#### TASK DIRECTIONS
Copy each line that includes the string "zone" from the material into your answer.

#### RECORDS SUPPLIED
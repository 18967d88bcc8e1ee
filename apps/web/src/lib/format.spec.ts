import { spawnSync } from 'node:child_process';
import { readFileSync } from 'node:fs';
import { join } from 'node:path';
import ts from 'typescript';
import { countOf, formatCount, nameFirst } from './format';

/**
 * formatDate as a reader west of Greenwich sees it. The time zone is fixed when a process starts,
 * so format.ts runs in a child Node process with TZ set (America/Chicago, UTC−6 in November).
 */
function formatInChicago(values: string[]): { got: string[]; local: string[] } {
  const source = ts.transpileModule(readFileSync(join(__dirname, 'format.ts'), 'utf8'), {
    compilerOptions: { module: ts.ModuleKind.CommonJS, target: ts.ScriptTarget.ES2022 },
  }).outputText;
  const script = `
    const module = { exports: {} }; const exports = module.exports;
    ${source}
    const local = new Intl.DateTimeFormat(undefined, { dateStyle: 'medium' });
    console.log(JSON.stringify({
      got: ${JSON.stringify(values)}.map(module.exports.formatDate),
      local: [local.format(new Date(2026, 10, 20)), local.format(new Date(2026, 0, 1))],
    }));`;
  const run = spawnSync(process.execPath, ['-e', script], { env: { ...process.env, TZ: 'America/Chicago' } });
  if (run.status !== 0) throw new Error(run.stderr.toString());
  return JSON.parse(run.stdout.toString()) as { got: string[]; local: string[] };
}

describe('formatDate west of Greenwich', () => {
  it('shows a calendar date as that day, and an instant in the reader’s zone', () => {
    const { got, local } = formatInChicago(['2026-11-20', '2026-01-01', '2026-11-21T03:00:00.000Z', 'not a date']);
    // 03:00 UTC on 21 November is still 20 November in Chicago.
    expect(got).toEqual([local[0], local[1], local[0], 'not a date']);
  });
});

describe('formatCount', () => {
  it('groups digits as the reader’s locale does', () => {
    // ECMA-402 toLocaleString with no locale is the reader's own grouping (1,234,567 in en-US).
    expect(formatCount(1234567)).toBe((1234567).toLocaleString());
    expect(formatCount(1234567)).not.toBe('1234567');
  });
});

describe('countOf', () => {
  it('says one thing in the singular and any other count in the plural', () => {
    expect(countOf(1, 'lot')).toBe('1 lot');
    expect(countOf(0, 'lot')).toBe('0 lots');
    expect(countOf(1234567, 'part')).toBe(`${formatCount(1234567)} parts`);
  });
});

describe('nameFirst', () => {
  const serials = Array.from({ length: 12 }, (_, i) => `S-${i + 1}`);

  it('names all when they are few', () => {
    expect(nameFirst(serials.slice(0, 3), 10)).toBe('S-1, S-2, S-3');
    expect(nameFirst(serials.slice(0, 10), 10, '; ')).toBe(serials.slice(0, 10).join('; '));
  });

  it('names the first ones and counts the rest', () => {
    expect(nameFirst(serials, 2)).toBe(`S-1, S-2 and ${formatCount(10)} more`);
  });
});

#### YOUR RESPONSE
 * formatDate as a reader west of Greenwich sees it. The time zone is fixed when a process starts,
  it('shows a calendar date as that day, and an instant in the reader’s zone', () => {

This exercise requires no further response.